On September 10, 2023, Chinn started in the Carolina Panthers' season-opener at nickelback and collected a season-high seven combined tackles (three solo) during a 10–24 loss at the Atlanta Falcons. In Week 4, he racked up a season-high six solo tackles and sacked Kirk Cousins during a 13–21 loss to the Minnesota Vikings. On October 15, 2023, Chinn exited in the first quarter of the Carolina Panthers' 21–42 loss at the Miami Dolphins due to an injury to his quadriceps. On October 24, 2023, the Carolina Panthers placed Chinn on injured reserve after it was discovered he had sustained a significant quad injury, but would not require surgery. He was inactive for the next five games (Weeks 8–12). He was activated on December 2. In his last season with the Panthers he finished with 30 combined tackles (18 solo), one pass deflection, and one sack in only 12 games and eight starts.

===Washington Commanders===
====2024====

On March 12, 2024, the Washington Commanders signed Chinn to a one–year, $4.10 million contract that includes $3.49 million guaranteed and an initial signing bonus of $2.37 million. Chinn stated he also received a higher valued contract offer from the Pittsburgh Steelers, but ultimately chose Washington to play under Dan Quinn and Joe Whitt Jr. He was also reunited with former Panthers' linebacker Frankie Luvu.

He entered training camp as the projected strong safety, replacing Kamren Curl who departed in free agency. Head coach Dan Quinn selected Chinn to open the season as the starting strong safety, alongside free safety Quan Martin.

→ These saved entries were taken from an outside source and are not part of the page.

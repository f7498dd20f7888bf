// Liquids against published values and handbook tables, row by row, by their catalogue names.
#include "convelope/catalogue/fluids_liquids.hpp"

#include "fluid_rows.hpp"

TEST_CASE("liquids: published values") {
  fluid_rows::check("fluids_liquids.csv", 326, convelope::catalogue::liquid_entries);
}

TEST_CASE("liquids: a row with a mistake does not pass") {
  fluid_rows::check_reader({"solar-salt", "T=673.15", "rho", "1835.6", "3e-05", "Zavoico 2001"},
                           convelope::catalogue::liquid_entries);
  fluid_rows::check_reader({"sodium", "T=1000", "k", "54.24", "0.0003", "Fink and Leibowitz 1995"},
                           convelope::catalogue::liquid_entries);
}
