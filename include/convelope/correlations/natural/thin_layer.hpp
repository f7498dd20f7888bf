#ifndef CONVELOPE_CORRELATIONS_NATURAL_THIN_LAYER_HPP
#define CONVELOPE_CORRELATIONS_NATURAL_THIN_LAYER_HPP

#include "convelope/estimate/correlation.hpp"

// Parts that the formulas of natural convection share.

namespace convelope {
inline namespace v0 {
namespace detail::thin_layer {

/// 1 + (c/Pr)^(9/16): Churchill and Usagi's passage from low to high Prandtl numbers.
template <class T>
CONVELOPE_FUNCTION constexpr T prandtl_bracket(double c, const T& Pr) {
  return T(1.0 + math::power<9, 16>(c) * math::power<-9, 16>(Pr));
}

/// C_l of Raithby and Hollands: 0.671 / [1 + (0.492/Pr)^(9/16)]^(4/9).
template <class T>
CONVELOPE_FUNCTION constexpr T laminar_coefficient(const T& Pr) {
  return T(0.671 * math::power<-4, 9>(prandtl_bracket(0.492, Pr)));
}

/// c/ln(1 + c/Nu): a thin-layer value made good for a thick layer.
template <class T>
CONVELOPE_FUNCTION constexpr T thickened(const T& c, const T& Nu) {
  return T(c / math::log(T(1.0 + c / Nu)));
}

}  // namespace detail::thin_layer
}  // namespace v0
}  // namespace convelope

#endif
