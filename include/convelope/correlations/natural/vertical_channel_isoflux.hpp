#ifndef CONVELOPE_CORRELATIONS_NATURAL_VERTICAL_CHANNEL_ISOFLUX_HPP
#define CONVELOPE_CORRELATIONS_NATURAL_VERTICAL_CHANNEL_ISOFLUX_HPP

#include "convelope/estimate/correlation.hpp"
#include "convelope/kinds.hpp"

namespace convelope {
inline namespace v0 {

// Uniform heat flux q: El* = (g beta q b^4/(k nu alpha)) b/H, Nu = q b/(k dT) with the wall's dT
// over the inlet at the exit or at mid height. 2.51 = 0.63^-2 belongs to Pr -> inf; at wide gaps
// these are some 20 % high in air.
namespace vertical_channel {

namespace parts {
/// [c/El + w/El^(2/5)]^(-1/2), written so that El = 0 gives 0.
template <class T>
CONVELOPE_FUNCTION constexpr T isoflux(double c, double w, const T& El) {
  const T not_zero = math::larger(El, T(1e-30));  // no change to the sum; keeps its slope finite
  return math::sqrt(T(El / (c + w * math::power<3, 5>(not_zero))));
}
}  // namespace parts

/// Local Nusselt number at the exit, both walls heated.
/// Nu_L = [48/El* + 2.51/El*^(2/5)]^(-1/2)
/// Range: all El*. Scatter not stated. Properties at the film temperature of the exit.
/// Source: Bar-Cohen and Rohsenow 1984, J. Heat Transfer 106, 116-123.
struct bar_cohen_rohsenow_isoflux_symmetric_1984
    : correlation<bar_cohen_rohsenow_isoflux_symmetric_1984, local_nusselt_of<gap>,
                  flux_elenbaas_number> {
  static constexpr const char* id = "vertical-channel/bar-cohen-rohsenow-isoflux-symmetric-1984";
  static constexpr const char* quantity = "Nu_L";
  static constexpr const char* keys[] = {"El"};
  static constexpr reference source{"A. Bar-Cohen, W. M. Rohsenow", 1984,
                                    "J. Heat Transfer 106, 116-123", known::computed,
                                    "48 is exact for El* -> 0"};
  static constexpr auto envelope = within(limit<flux_elenbaas_number>(0.0, unbounded));
  static constexpr double scatter = not_stated;
  static constexpr state_rule state_at = state_rule::film;

  template <scalar T>
  CONVELOPE_FUNCTION static constexpr T formula(const T& El) {
    return parts::isoflux(48.0, 2.51, El);
  }
};

/// Local Nusselt number of the heated wall at the exit, the other wall adiabatic.
/// Nu_L = [24/El* + 2.51/El*^(2/5)]^(-1/2)
/// Range: all El*. Scatter not stated. Properties at the film temperature of the exit.
/// Source: Bar-Cohen and Rohsenow 1984, J. Heat Transfer 106, 116-123.
struct bar_cohen_rohsenow_isoflux_one_side_1984
    : correlation<bar_cohen_rohsenow_isoflux_one_side_1984, local_nusselt_of<gap>,
                  flux_elenbaas_number> {
  static constexpr const char* id = "vertical-channel/bar-cohen-rohsenow-isoflux-one-side-1984";
  static constexpr const char* quantity = "Nu_L";
  static constexpr const char* keys[] = {"El"};
  static constexpr reference source{"A. Bar-Cohen, W. M. Rohsenow", 1984,
                                    "J. Heat Transfer 106, 116-123", known::computed,
                                    "24 is exact for El* -> 0"};
  static constexpr auto envelope = within(limit<flux_elenbaas_number>(0.0, unbounded));
  static constexpr double scatter = not_stated;
  static constexpr state_rule state_at = state_rule::film;

  template <scalar T>
  CONVELOPE_FUNCTION static constexpr T formula(const T& El) {
    return parts::isoflux(24.0, 2.51, El);
  }
};

/// Local Nusselt number at mid height, both walls heated.
/// Nu_half = [12/El* + 1.88/El*^(2/5)]^(-1/2)
/// Range: all El*. Scatter not stated. Properties at the film temperature of mid height.
/// Source: Bar-Cohen and Rohsenow 1984, J. Heat Transfer 106, 116-123.
struct bar_cohen_rohsenow_isoflux_symmetric_midheight_1984
    : correlation<bar_cohen_rohsenow_isoflux_symmetric_midheight_1984, local_nusselt_of<gap>,
                  flux_elenbaas_number> {
  static constexpr const char* id =
      "vertical-channel/bar-cohen-rohsenow-isoflux-symmetric-midheight-1984";
  static constexpr const char* quantity = "Nu_half";
  static constexpr const char* keys[] = {"El"};
  static constexpr reference source{"A. Bar-Cohen, W. M. Rohsenow", 1984,
                                    "J. Heat Transfer 106, 116-123", known::computed,
                                    "12 is exact for El* -> 0; 1.88 is remembered"};
  static constexpr auto envelope = within(limit<flux_elenbaas_number>(0.0, unbounded));
  static constexpr double scatter = not_stated;
  static constexpr state_rule state_at = state_rule::film;

  template <scalar T>
  CONVELOPE_FUNCTION static constexpr T formula(const T& El) {
    return parts::isoflux(12.0, 1.88, El);
  }
};

/// Local Nusselt number of the heated wall at mid height, the other wall adiabatic.
/// Nu_half = [6/El* + 1.88/El*^(2/5)]^(-1/2)
/// Range: all El*. Scatter not stated. Properties at the film temperature of mid height.
/// Source: Bar-Cohen and Rohsenow 1984, J. Heat Transfer 106, 116-123.
struct bar_cohen_rohsenow_isoflux_one_side_midheight_1984
    : correlation<bar_cohen_rohsenow_isoflux_one_side_midheight_1984, local_nusselt_of<gap>,
                  flux_elenbaas_number> {
  static constexpr const char* id =
      "vertical-channel/bar-cohen-rohsenow-isoflux-one-side-midheight-1984";
  static constexpr const char* quantity = "Nu_half";
  static constexpr const char* keys[] = {"El"};
  static constexpr reference source{"A. Bar-Cohen, W. M. Rohsenow", 1984,
                                    "J. Heat Transfer 106, 116-123", known::computed,
                                    "6 is exact for El* -> 0; 1.88 is remembered"};
  static constexpr auto envelope = within(limit<flux_elenbaas_number>(0.0, unbounded));
  static constexpr double scatter = not_stated;
  static constexpr state_rule state_at = state_rule::film;

  template <scalar T>
  CONVELOPE_FUNCTION static constexpr T formula(const T& El) {
    return parts::isoflux(6.0, 1.88, El);
  }
};

}  // namespace vertical_channel
}  // namespace v0
}  // namespace convelope

#endif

On November 10, 2024, he tied his season-high of 13 combined tackles (seven solo), made one pass deflection, and intercepted a pass thrown by Russell Wilson intended for George Pickens during a 28–27 loss to the Pittsburgh Steelers. The following week, Chinn recorded a season-high ten solo tackles (13 combined) and had his third consecutive game with 13 tackles as the Commanders were defeated 18–26 in Week 11 at the Philadelphia Eagles. He started in all 17 games in 2024 and had a career-high 117 combined tackles (73 solo), five pass deflections, a career-high two sacks, one interception, two fumble recoveries, and one forced fumble. This marked his first full season playing all 17 games. He received an overall grade of 65.2 from Pro Football Focus.

With 32 seconds remaining in the Divisional round game, Chinn had the game-sealing interception on Detroit Lions quarterback, Jared Goff, that guaranteed the Commanders' 45–31 victory and advanced the team to the NFC Championship Game.

===Las Vegas Raiders===
====2025====
On March 13, 2025, the Las Vegas Raiders signed Chinn on a two–year, $16.25 million contract that includes $12.25 million guaranteed upon signing and an initial signing bonus of $4.00 million. He started all 15 of his appearances for the Raiders, compiling two pass deflections, two forced fumbles, one sack, and 114 combined tackles. On December 24, Chinn was placed on season-ending injured reserve due to a back injury.

== NFL career statistics ==

Legend
|  | Led the league |
| Bold | Career high |

===Regular season===

Year: Team; Games; Tackles; Interceptions; Fumbles
GP: GS; Comb; Solo; Ast; Sck; TFL; Sfty; PD; Int; Yds; Avg; Lng; TD; FF; FR; Yds; TD
2020: CAR; 15; 15; 116; 67; 49; 1.0; 2; 0; 5; 1; 0; 0.0; 0; 0; 2; 2; 45; 2
2021: CAR; 16; 16; 107; 75; 32; 1.0; 6; 0; 5; 1; 0; 0.0; 0; 0; 1; 1; 16; 0
2022: CAR; 11; 11; 70; 51; 19; 1.0; 2; 0; 6; 0; 0; 0.0; 0; 0; 0; 0; 0; 0
2023: CAR; 12; 8; 30; 18; 12; 1.0; 2; 0; 1; 0; 0; 0.0; 0; 0; 0; 0; 0; 0
2024: WAS; 17; 17; 117; 73; 44; 2.0; 7; 0; 5; 1; 0; 0.0; 0; 0; 1; 2; 0; 0
2025: LV; 15; 15; 114; 63; 51; 1.0; 3; 0; 2; 0; 0; 0.0; 0; 0; 2; 0; 0; 0
Career: 86; 82; 555; 348; 207; 7.0; 22; 0; 24; 3; 0; 0.0; 0; 0; 6; 5; 61; 2

===Postseason===

Year: Team; Games; Tackles; Interceptions; Fumbles
GP: GS; Comb; Solo; Ast; Sck; TFL; Sfty; PD; Int; Yds; Avg; Lng; TD; FF; FR; Yds; TD
2024: WAS; 3; 3; 29; 17; 12; 0.0; 0; 0; 1; 1; 7; 7.0; 7; 0; 0; 0; 0; 0
Career: 3; 3; 29; 17; 12; 0.0; 0; 0; 1; 1; 7; 7.0; 7; 0; 0; 0; 0; 0

==Personal life==
Chinn's uncle is Pro Football Hall of Fame safety Steve Atwater, who played for the Denver Broncos in the 1990s.